In Britain, the transition from David Cameron to Boris Johnson – in which the failures of the first flow inexorably into the predominance of the second – reveals several things. One is that the liberal conservatism Johnson is determined to expunge from the Tory party is very selective in the principles it is willing to stand up for. It is pro-EU and against overt bigotry. But, as shown by the voting records of Tory dissidents such as Dominic Grieve and Anna Soubry, strangely unmoved by the social callousness of the Cameron-Lib Dem government. Hence, contemporary liberal conservatism should not be mistaken for a rebirth of the Tory Wets of the 1980s.
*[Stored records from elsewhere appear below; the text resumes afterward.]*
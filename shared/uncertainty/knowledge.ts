/**
 * What is known of an input of the measurement, and so its standard uncertainty. Figures are in
 * the input's own unit. GUM is JCGM 100:2008.
 */
export type Knowledge =
  /** Anywhere within ± halfWidth alike; GUM 4.3.7. */
  | { readonly kind: 'rectangular'; readonly halfWidth: number; readonly doubt?: number }
  /** Likelier towards the middle; GUM 4.3.9. */
  | { readonly kind: 'triangular'; readonly halfWidth: number; readonly doubt?: number }
  /** Even within ± topHalfWidth, then falling to ± halfWidth; GUM 4.3.9, β = top over base. */
  | {
      readonly kind: 'trapezoidal';
      readonly halfWidth: number;
      readonly topHalfWidth: number;
      readonly doubt?: number;
    }
  /** Swings between ± halfWidth as a sine; GUM H.1.3.4. */
  | { readonly kind: 'u-shaped'; readonly halfWidth: number; readonly doubt?: number }
  /** A certificate's ± expanded for its factor k; GUM 4.3.3. */
  | {
      readonly kind: 'normal';
      readonly expanded: number;
      readonly k: number;
      readonly doubt?: number;
    }
  /** Type A: deviation of single readings, found from `readings`, each value a mean of `averaged`. */
  | {
      readonly kind: 'readings';
      readonly deviation: number;
      readonly readings: number;
      readonly averaged: number;
    };

/** One standard deviation of an input and how well it is known itself. */
export interface Standard {
  readonly uncertainty: number;
  /** Infinity where the bounds are certain. */
  readonly degrees: number;
}

const deviationOf = (known: Knowledge): number => {
  switch (known.kind) {
    case 'rectangular':
      return known.halfWidth / Math.sqrt(3);
    case 'triangular':
      return known.halfWidth / Math.sqrt(6);
    case 'trapezoidal':
      return Math.sqrt((known.halfWidth ** 2 + known.topHalfWidth ** 2) / 6);
    case 'u-shaped':
      return known.halfWidth / Math.SQRT2;
    case 'normal':
      return known.expanded / known.k;
    case 'readings':
      return known.deviation / Math.sqrt(known.averaged);
  }
};

/**
 * Standard uncertainty and degrees of freedom: n − 1 of readings (GUM 4.2.6), and
 * ½·doubt⁻² where a bound itself is in doubt by that share (GUM G.4.2, equation (G.3)).
 */
export const standardOf = (known: Knowledge): Standard => {
  const uncertainty = deviationOf(known);
  if (known.kind === 'readings') return { uncertainty, degrees: known.readings - 1 };
  const doubt = known.doubt ?? 0;
  return { uncertainty, degrees: doubt > 0 ? 1 / (2 * doubt ** 2) : Infinity };
};

/** A figure shown in steps of `step`: ± half of one; GUM F.2.2.1. */
export const inSteps = (step: number): Knowledge => ({ kind: 'rectangular', halfWidth: step / 2 });

const MAGNITUDE = 'a finite figure of 0 or more';
const isMagnitude = (figure: number) => figure >= 0 && figure < Infinity;

/** What a statement of knowledge cannot be, or null. */
export const knowledgeFault = (
  known: Knowledge,
): { field: string; expected: string; came: string } | null => {
  const unless = (good: boolean, field: string, expected: string, came: number | undefined) =>
    good ? null : { field, expected, came: String(came) };
  if (known.kind === 'readings') {
    const { deviation, readings, averaged } = known;
    return (
      unless(isMagnitude(deviation), 'deviation', MAGNITUDE, deviation) ??
      unless(Number.isInteger(readings) && readings > 1, 'readings', '2 or more', readings) ??
      unless(Number.isInteger(averaged) && averaged > 0, 'averaged', '1 or more', averaged)
    );
  }
  const doubt = known.doubt ?? 0;
  const doubtFault = unless(
    doubt >= 0 && doubt < 0.7,
    'doubt',
    'a share from 0 to below 0.7',
    doubt,
  );
  if (known.kind === 'normal') {
    const { expanded, k } = known;
    return (
      unless(isMagnitude(expanded), 'expanded', MAGNITUDE, expanded) ??
      unless(k > 0 && k < Infinity, 'k', 'a finite figure above 0', k) ??
      doubtFault
    );
  }
  const { halfWidth } = known;
  const top = known.kind === 'trapezoidal' ? known.topHalfWidth : 0;
  return (
    unless(isMagnitude(halfWidth), 'halfWidth', MAGNITUDE, halfWidth) ??
    unless(top >= 0 && top <= halfWidth, 'topHalfWidth', `0 to ${halfWidth}`, top) ??
    doubtFault
  );
};
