"""How a fit was looked at before it was explained, in German."""

from __future__ import annotations

from plainodds.answers.checks.finding import Topic
from plainodds.answers.soundness import SoundnessAnswer
from plainodds.phrases.choices.checks import optimism_of, topics_looked_at
from plainodds.phrases.german.language import GERMAN
from plainodds.phrases.german.texts import note
from plainodds.phrases.methods.note import MethodsNote
from plainodds.phrases.numbers import count

__all__: list[str] = []

_METHODS: dict[Topic, str] = {
    "convergence": "Ob die Anpassung konvergiert war, wurde am Schritt beurteilt, den eine weitere "
    "Newton-Iteration machen würde",
    "separation": "Nach vollständiger und quasi-vollständiger Separation (Albert & Anderson 1984) "
    "wurde mit einem linearen Programm gesucht (Konis 2007)",
    "collinearity": "Kollinearität wurde an Konditionsindizes mit Varianzzerlegungsanteilen "
    "(Belsley et al. 1980) und an der verallgemeinerten Varianzinflation beurteilt "
    "(Fox & Monette 1992)",
    "amount": "Ereignisse je Parameter wurden gezählt (Peduzzi et al. 1996; "
    "Vittinghoff & McCulloch 2007)",
    "missing": "Die Anteile der Ereignisse unter verwendeten und ausgelassenen Zeilen wurden mit "
    "einem Hybrid-Score-Intervall verglichen (Newcombe 1998)",
    "shape": "Modell und Daten wurden entlang jeder Zahl anhand geglätteter und gruppierter "
    "Anteile verglichen (Landwehr et al. 1984), mit einem Score-Test auf Krümmung auf der "
    "Logit-Skala",
    "calibration": "Die Kalibrierung wurde an einer geglätteten Kurve und gruppierten Anteilen "
    "beurteilt (Van Calster et al. 2016), mit dem Brier-Score",
    "influence": "Der Einfluss wurde am Hebelwert und an den Änderungen von Pearsons Statistik, "
    "Devianz und Koeffizienten beurteilt, wenn ein Kovariatenmuster ausgelassen wird "
    "(Pregibon 1981)",
    "dependence": "Standardfehler nach Gruppen sind clusterrobust (Liang & Zeger 1986)",
    "discrimination": "Die Unterscheidung ist die c-Statistik, ihr Intervall beruht auf DeLongs "
    "Varianz (DeLong et al. 1988)",
    "overall": "Der Gesamttest ist der von Hosmer und Lemeshow (Hosmer et al. 2013), neben den "
    "Koeffizienten von Tjur 2009 und McFadden 1974 und einem Link-Test (Pregibon 1980)",
}


@GERMAN.methods_note.register
def _(answer: SoundnessAnswer) -> MethodsNote:
    told = [_METHODS[topic] for topic in topics_looked_at(answer) if topic in _METHODS]
    return note(answer.subject, [*told, *_optimism(answer)])


def _optimism(answer: SoundnessAnswer) -> list[str]:
    """How optimism was estimated, where it was."""
    found = optimism_of(answer)
    if found is None:
        return []
    way = {
        "bootstrap": "Bootstrap-Stichproben",
        "cross-validation": "Wiederholungen einer zehnfachen Kreuzvalidierung",
    }[found.way]
    return [
        f"Der Optimismus wurde aus {count(found.repeats)} {way} geschätzt (Harrell et al. 1996)"
    ]
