"""German: its marks, the words around its numbers, and its small phrases.

Labels, units and levels are the analyst's own and may be of any language, so that no phrase
asks them to be inflected: a value stands after an equals sign, an event in quotation marks.
"""

from __future__ import annotations

from plainodds.phrases.german.messages import MESSAGES
from plainodds.phrases.languages import Language
from plainodds.phrases.lexicon import Lexicon
from plainodds.phrases.numbers import Marks, Wording

__all__ = ["GERMAN"]

# a space that does not break between a number and its sign (DIN 5008)
_SPACE = "\u00a0"

_WORDING = Wording(
    not_known="nicht bekannt",
    infinity="unendlich",
    under="unter {}",
    over="über {}",
    up_to="höchstens {}",
    percent=f"{{}}{_SPACE}{{}}",
    money=f"{{sign}}{{figures}}{_SPACE}{{unit}}",
    out_of="{} von {}",
    apart_in="{} je {}",
    to="{} bis {}",
    both="{} und {}",
    more="{} mehr",
    fewer="{} weniger",
    lower="{} niedriger",
    higher="{} höher",
    no_more_no_fewer="nicht mehr und nicht weniger",
    more_or_fewer_not_known="nicht bekannt wie viele mehr oder weniger",
    points="{} Prozentpunkte",
    just_above="knapp über 0",
    just_below="knapp unter 0",
    between_and_nought="zwischen {} und 0",
)
_LEXICON = Lexicon(
    nouns_keep_capitals=True,
    blank="(leer)",
    yes="ja",
    no="nein",
    unit="Einheit",
    units="Einheiten",
    point="Prozentpunkt",
    points="Prozentpunkte",
    value="{} = {}",
    from_to="von {}",
    against="{} gegenüber {}",
    rather="{} statt {}",
    either_way="unverändert {}",
    given="gegeben {}",
    per_more="je {} mehr",
    per_less="je {} weniger",
    per_additional="je {} mehr",
    or_more="{} oder mehr",
    or_less="{} oder weniger",
    either_or=" oder ",
    interval=" ({}-%-Intervall {})",
    standard_error=", Standardfehler {}",
    no_difference="weder höher noch niedriger",
    points_not_known="um eine nicht bekannte Zahl von Prozentpunkten anders",
    row="1 Zeile",
    rows="{} Zeilen",
    rows_with="{} mit {}",
    rows_masked="{} (durch eine Maske ausgewählt)",
    further="{} weitere",
    that_is="{}, das sind {}",
    below="unter {}",
    between="zwischen {} und {}",
    above="über {}",
    along_all="bei allen Werten von {}",
    for_lines="bei {}: {}",
    data_range="(in den Daten {} bis {})",
    shifted_less="um {} niedriger",
    shifted_more="um {} höher",
    times="mit {} multipliziert",
    and_then=" und dann ",
    than_it_is="{} als jetzt",
    moved="{} (verschoben: {})",
    no_lower="nicht unter {}",
    no_higher="nicht über {}",
    as_it_is="wie jetzt",
    unseen="{} (in keiner Zeile)",
    once_shifted="{name} mancher Zeilen nach der Verschiebung {known}",
    messages=MESSAGES,
)

GERMAN = Language("de", "German", Marks(",", "."), _WORDING, _LEXICON)
"""The point between thousands rather than a narrow space: fonts and programs all know it."""
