"""What stands beneath figures, in German, for each kind of answer."""

from __future__ import annotations

from plainodds.answers.change import ChangeAnswer
from plainodds.answers.curve import CurveAnswer
from plainodds.answers.effects import EffectsAnswer
from plainodds.answers.odds import OddsAnswer
from plainodds.answers.pair import PairAnswer
from plainodds.answers.profile import ProfileAnswer
from plainodds.phrases.german.curve import averaged_in_curve, curve_title
from plainodds.phrases.german.effects import effects_title
from plainodds.phrases.german.language import GERMAN
from plainodds.phrases.german.pair_labels import followed, left_out, title
from plainodds.phrases.german.parts import EVERYTHING, cases, chance, event, whom
from plainodds.phrases.german.texts import fitted, intervals_shown, rest
from plainodds.phrases.labels import listed, predictor_name
from plainodds.phrases.moves import moves_words, settled_moves
from plainodds.phrases.odds_lines import odds_lines
from plainodds.phrases.pair_labels import has_others
from plainodds.phrases.sentences import joined
from plainodds.phrases.units import tidy
from plainodds.values import Pairs

__all__: list[str] = []


@GERMAN.caption.register
def _(answer: ChangeAnswer) -> str:
    question, subject = answer.question, answer.subject
    noun = chance(subject.outcome, averaged=question.others == "observed")
    return joined(
        f"{noun} mit {moves_words(subject, settled_moves(answer))}",
        intervals_shown(
            subject, question.level, "Punkte sind Schätzungen; Linien, Band und Klammer sind"
        ),
        rest(
            subject,
            question.others,
            answer.held,
            "die Wahrscheinlichkeiten",
            answer.counted,
            question.where,
        ),
        "Darunter: dieselben Wahrscheinlichkeiten als Zeichen; die sich unterscheiden, sind durch "
        "ihre Form abgesetzt",
        fitted(subject),
    )


@GERMAN.caption.register
def _(answer: CurveAnswer) -> str:
    question, subject = answer.question, answer.subject
    facts = subject.predictor(question.predictor)
    by = ""
    if question.by is not None:
        by = f", je nach {predictor_name(subject.predictor(question.by))}"
    marks = "Linien sind Schätzungen, Bänder" if facts.is_number else "Punkte sind Schätzungen, "
    marks += "" if facts.is_number else "Linien"
    many = cases(subject.outcome)
    unsupported = beneath = ""
    if facts.is_number:
        beneath = f"Darunter: wo die {many} der Daten liegen"
    if not all(all(line.supported) for line in answer.lines):
        unsupported = f"Offene Punkte stehen für Stufen, die keine {many} der Daten haben"
        if facts.is_number:
            unsupported = f"Wo eine Linie gestrichelt ist, haben die Daten wenige {many} oder keine"
    return joined(
        f"{curve_title(answer)}, entlang {predictor_name(facts)}{by}",
        intervals_shown(subject, question.level, marks),
        _rest(answer),
        unsupported,
        beneath,
        fitted(subject),
    )


def _rest(answer: CurveAnswer) -> str:
    question, subject = answer.question, answer.subject
    shown = {question.predictor, question.by}
    if all(facts.name in shown for facts in subject.predictors):
        return ""
    return rest(
        subject, question.others, answer.held, averaged_in_curve(question.scale), subject.rows
    )


@GERMAN.caption.register
def _(answer: EffectsAnswer) -> str:
    question, subject = answer.question, answer.subject
    by = ""
    if question.by is not None:
        by = f", je nach {predictor_name(subject.predictor(question.by))}"
    drawn = question.sample == "drawn" and not subject.no_interval
    return joined(
        f"Änderung {effects_title(answer)} in Prozentpunkten, die mit jedem Merkmal einhergeht{by}",
        intervals_shown(subject, question.level, "Punkte sind Schätzungen, Linien ihre"),
        "Bei 0 ändert sich die Wahrscheinlichkeit nicht",
        rest(
            subject,
            question.others,
            answer.held,
            "die Änderungen",
            sum(answer.counted),
            question.where,
        ),
        "Intervalle berücksichtigen auch, dass die Zeilen aus einer größeren Grundgesamtheit "
        "gezogen sind"
        if drawn
        else "",
        fitted(subject),
    )


def _printed(answer: OddsAnswer) -> tuple[str, ...]:
    """What stands in the printed table and in no other layout."""
    if answer.question.layout != "table":
        return ()
    counts = [line.counts for line in odds_lines(answer) if line.counts is not None]
    events = "Ereignisse und " if any(each.events is not None for each in counts) else ""
    cases = tidy(answer.subject.outcome.cases)
    return (
        f"Neben jeder Stufe gezählt: {events}{cases}" if counts else "",
        "Wechselwirkungen sind mit allen Termen geprüft, die zwei Merkmale teilen"
        if answer.interactions
        else "",
    )


@GERMAN.caption.register
def _(answer: OddsAnswer) -> str:
    question, subject = answer.question, answer.subject
    models = ""
    if question.models:
        names = listed([f"„{tidy(name)}“" for name in question.models])
        models = f"Modelle nebeneinander: {names}, unterschieden durch ihre Zeichen"
    kind = "aus der Profil-Likelihood" if question.interval == "likelihood" else "(Wald)"
    intervals = intervals_shown(subject, question.level, "Punkte sind Schätzungen, Linien ihre")
    given = ""
    if any(row.given for row in answer.rows):
        given = (
            "Hängt ein Chancenverhältnis von einem anderen Merkmal ab, so gilt es für die "
            "genannten Werte"
        )
    return joined(
        f"Chancenverhältnisse (Odds Ratios) für {event(subject.outcome)}, jedes für die Änderung, "
        "die daneben steht",
        intervals if subject.no_interval else f"{intervals} {kind}",
        "Die Achse ist logarithmisch; bei 1 ist die Chance (Odds) vor und nach der Änderung gleich",
        *_printed(answer),
        given,
        models,
        fitted(subject),
    )


@GERMAN.caption.register
def _(answer: ProfileAnswer) -> str:
    question, subject = answer.question, answer.subject
    told = _stated(answer, question.values)
    if question.against is not None:
        told = f"{told}, verglichen mit {_stated(answer, question.against, 'einem')}"
    return joined(
        f"{chance(subject.outcome)} für {told}",
        "Oben: linearer Prädiktor, Chance (Odds) und Wahrscheinlichkeit auf drei aneinander "
        "ausgerichteten Skalen, sodass sich jede aus den anderen ablesen lässt",
        intervals_shown(subject, question.level, "Zeiger sind Schätzungen, Bänder"),
        "Unten: was jedes Merkmal zum linearen Prädiktor beiträgt, und die bis dahin erreichte "
        "Wahrscheinlichkeit",
        fitted(subject),
    )


def _stated(answer: ProfileAnswer, values: Pairs, article: str = "einen") -> str:
    whole = len(values) == len(answer.subject.predictors)
    return whom(answer.subject, values, whole=whole, article=article, at_most=EVERYTHING)


@GERMAN.caption.register
def _(answer: PairAnswer) -> str:
    question, subject = answer.question, answer.subject
    a, b = (predictor_name(subject.predictor(name)) for name in (question.a, question.b))
    held = ""
    if has_others(answer):
        averaged = "die Wahrscheinlichkeiten"
        held = rest(subject, question.others, answer.held, averaged, answer.counted)
    intervals = intervals_shown(
        subject, question.level, "Linien und Punkte sind Schätzungen, Bänder und Balken"
    )
    if answer.lines is None and answer.surface is None:
        shown = (f"Das Odds Ratio von {a} entlang {b}", "Darunter: das Verhältnis der Odds Ratios")
    else:
        both = "beide zusammen"
        if answer.surface is not None:
            both = "eine Karte beider, mit Linien gleicher Wahrscheinlichkeit"
        measure = "das Odds Ratio" if question.scale == "odds" else "die Änderung"
        shown = (
            f"Zuerst {both}; dann, entlang {b}, {measure} zu: {followed(answer)}",
            "Zuletzt die Wechselwirkung selbst: auf der Skala der Wahrscheinlichkeit als Differenz "
            "von Differenzen, auf der Skala der Odds als Verhältnis der Odds Ratios",
        )
    return joined(
        title(answer), *shown, intervals, held, *left_out(answer), _nobody(answer), fitted(subject)
    )


def _nobody(answer: PairAnswer) -> str:
    """How the picture marks where there are no data."""
    many = cases(answer.subject.outcome)
    if answer.surface is not None:
        return f"Wo die Karte schraffiert ist, haben die Daten keine {many} in der Nähe"
    lines = () if answer.lines is None else answer.lines.lines
    if all(all(line.supported) for line in lines) and all(answer.effect.supported):
        return ""
    return (
        f"Wo eine Linie unterbrochen oder ein Punkt offen ist, haben die Daten wenige {many} oder "
        "keine"
    )
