"""German, complete: importing it makes the language known."""

# each kind of answer registers its own texts when it is imported
from plainodds.phrases.german import (  # noqa: F401
    captions,
    change,
    curve,
    effects,
    methods,
    odds,
    pair,
    profile,
    soundness,
    soundness_methods,
    together,
)
from plainodds.phrases.german.language import GERMAN
from plainodds.phrases.languages import add_language

__all__ = ["GERMAN"]

add_language(GERMAN)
They – Ian Gilmour for example – would have been outraged, primarily, by Cameron’s inherently Thatcherite approach to social and economic policy and the human damage it inflicted. Unfortunately, they no longer exist.

Another is the strange sight of strict austerians reneging on their previous iron commitments to reducing public spending and controlling the deficit, obsessions which have defined politics for the past eight years. The chancellor, Sajid Javid, noted The Economist, “is a fan of Ayn Rand and hangs pictures of Margaret Thatcher his office. Yet on Mr Johnson’s instructions he announced an extra £13.8bn in election-friendly giveaways, paid for with extra borrowing.”

However, as highlighted by this blog last year, such flexibility is simply what happens when the Right realises that patience with austerity is at breaking point and the consequences of persevering with it are worse than performing an intellectual volte-face.

Undoubtedly Britain now has a ‘hard Right’ government under Boris Johnson. But it has already experienced one for the past eight years, although one whose sheen was that of modernising conservatism. Now some of the elite are getting a taste of the ruthlessness that Cameron routinely meted out to ordinary citizens. But don’t worry too much – they won’t starve.